Could you reproduce, from the records below, everything from the line with "for (slong i = 0; ok" down to the line with "may be zero", keeping both of those lines and changing nothing?

########

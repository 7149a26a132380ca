/* The sequence toolkit on real data: ratios, diffs, richardson and fitexp
   by ball arithmetic when a list holds a real (or a decimal string, read as
   a ball one unit wide in its last digit). Exact lists never come here. */
#include <stdlib.h>

#include "builtins.h"
#include "real_funcs.h"
#include "util.h"

#ifdef PSIKAPPA_FLINT3_ARB
#include <flint/arb_mat.h>
#else
#include <arb_mat.h>
#endif

int toolkit_arb_of_decimal(arb_t r, const char *s, slong prec);   /* toolkit_numeric.c */

int toolkit_list_is_real(const value *xs)
{
    if (xs->kind != V_LIST)
        return 0;
    for (slong i = 0; i < xs->len; i++)
        if (xs->items[i]->kind == V_REAL || xs->items[i]->kind == V_STR)
            return 1;
    return 0;
}

/* The working precision for the list: the interpreter's, or more when its
   reals are known more accurately. */
static slong tkr_prec(interp *I, const value *xs)
{
    slong p = real_work_prec(I);
    for (slong i = 0; i < xs->len; i++) {
        const value *v = xs->items[i];
        if (v->kind == V_REAL && !arb_is_exact(v->re) && arb_rel_accuracy_bits(v->re) + 32 > p)
            p = arb_rel_accuracy_bits(v->re) + 32;
    }
    return p;
}

/* Reads the list argument i into v (xs->len balls); 0 after naming the bad item. */
static int tkr_read(interp *I, const node *call, const value *xs, int i, arb_ptr v, slong prec)
{
    for (slong j = 0; j < xs->len; j++) {
        const value *it = xs->items[j];
        int ok = it->kind == V_STR ? toolkit_arb_of_decimal(v + j, it->str, prec) : real_applies(I, it);
        if (ok && it->kind != V_STR)
            ok = real_get_ball(I, call, v + j, it, prec, "the toolkit");
        if (!ok) {
            char *msg = xasprintf("item %ld of this list is not a real number (a number in pi, a real, or a decimal "
                                  "string such as \"1.25\")", (long)(j + 1));
            builtin_fail_at(call, i, msg);
            free(msg);
            return 0;
        }
    }
    return 1;
}

/* A list of reals from balls v[0..len). */
static value *tkr_list(interp *I, arb_srcptr v, slong len)
{
    value *r = value_new_list(len, &I->ring);
    for (slong i = 0; i < len; i++) {
        r->items[i] = value_new_real(&I->ring);
        arb_set(r->items[i]->re, v + i);
    }
    return r;
}

/* ratios (op 0) or diffs (op 1) of a real list. */
value *toolkit_real_step(interp *I, const node *call, const value *xs, int op)
{
    slong prec = tkr_prec(I, xs), n = xs->len;
    arb_ptr v = _arb_vec_init(n), w = _arb_vec_init(n);
    value *r = NULL;
    int ok = tkr_read(I, call, xs, 0, v, prec);
    for (slong i = 0; ok && i + 1 < n; i++) {
        if (op == 1) {
            arb_sub(w + i, v + i + 1, v + i, prec);
        } else if (arb_contains_zero(v + i)) {
            char *msg = xasprintf("xs[%ld] may be zero (its ball contains 0), so xs[%ld]/xs[%ld] is undefined",
                                  (long)(i + 1), (long)(i + 2), (long)(i + 1));
            builtin_fail_at(call, 0, msg);
            free(msg);
            ok = 0;
        } else {
            arb_div(w + i, v + i + 1, v + i, prec);
        }
    }
    if (ok)
        r = tkr_list(I, w, n - 1);
    _arb_vec_clear(v, n);
    _arb_vec_clear(w, n);
    return r;
}

/* richardson of order k with xs[1] = a_{n0}, by the same integer weights as the exact one. */
value *toolkit_real_richardson(interp *I, const node *call, const value *xs, slong k, slong n0)
{
    slong prec = tkr_prec(I, xs), n = xs->len;
    arb_ptr v = _arb_vec_init(n), w = _arb_vec_init(n - k);
    value *r = NULL;
    if (tkr_read(I, call, xs, 0, v, prec)) {
        fmpz_t c, t, kfac;
        fmpz_init(c);
        fmpz_init(t);
        fmpz_init(kfac);
        fmpz_fac_ui(kfac, (ulong)k);
        arb_t term;
        arb_init(term);
        for (slong i = 0; i + k < n; i++) {
            for (slong j = 0; j <= k; j++) {
                fmpz_bin_uiui(c, (ulong)k, (ulong)j);
                fmpz_set_si(t, n0 + i + j);
                fmpz_pow_ui(t, t, (ulong)k);
                fmpz_mul(c, c, t);
                if ((k + j) % 2)
                    fmpz_neg(c, c);
                arb_mul_fmpz(term, v + i + j, c, prec);
                arb_add(w + i, w + i, term, prec);
            }
            arb_div_fmpz(w + i, w + i, kfac, prec);
        }
        arb_clear(term);
        fmpz_clear(c);
        fmpz_clear(t);
        fmpz_clear(kfac);
        r = tkr_list(I, w, n - k);
    }
    _arb_vec_clear(v, n);
    _arb_vec_clear(w, n - k);
    return r;
}

/* fitexp: c_0..c_{K-1} of a_n = sum c_j/n^j at the last K terms (first = 0-based
   position of the first of them, whose index is n_first), by a ball linear solve. */
value *toolkit_real_fitexp(interp *I, const node *call, const value *xs, slong K, slong first, slong n_first)
{
    slong prec = tkr_prec(I, xs) + 2 * K * 8;   /* the Vandermonde system loses about 8 bits per unknown */
    arb_ptr v = _arb_vec_init(xs->len);
    value *r = NULL;
    arb_mat_t M, B, X;
    arb_mat_init(M, K, K);
    arb_mat_init(B, K, 1);
    arb_mat_init(X, K, 1);
    if (tkr_read(I, call, xs, 0, v, prec)) {
        for (slong i = 0; i < K; i++) {
            for (slong j = 0; j < K; j++) {
                arb_set_si(arb_mat_entry(M, i, j), n_first + i);
                arb_pow_ui(arb_mat_entry(M, i, j), arb_mat_entry(M, i, j), (ulong)j, prec);
                arb_inv(arb_mat_entry(M, i, j), arb_mat_entry(M, i, j), prec);
            }
            arb_set(arb_mat_entry(B, i, 0), v + first + i);
        }
        if (arb_mat_solve(X, M, B, prec)) {
            r = value_new_list(K, &I->ring);
            for (slong j = 0; j < K; j++) {
                r->items[j] = value_new_real(&I->ring);
                arb_set(r->items[j]->re, arb_mat_entry(X, j, 0));
            }
        } else {
            builtin_fail_at(call, 2, "the fit cannot be solved at this precision (raise it with precision D)");
        }
    }
    arb_mat_clear(M);
    arb_mat_clear(B);
    arb_mat_clear(X);
    _arb_vec_clear(v, xs->len);
    return r;
}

########

* [OUTPUT BELOW]
    for (slong i = 0; ok && i + 1 < n; i++) {
        if (op == 1) {
            arb_sub(w + i, v + i + 1, v + i, prec);
        } else if (arb_contains_zero(v + i)) {
            char *msg = xasprintf("xs[%ld] may be zero (its ball contains 0), so xs[%ld]/xs[%ld] is undefined",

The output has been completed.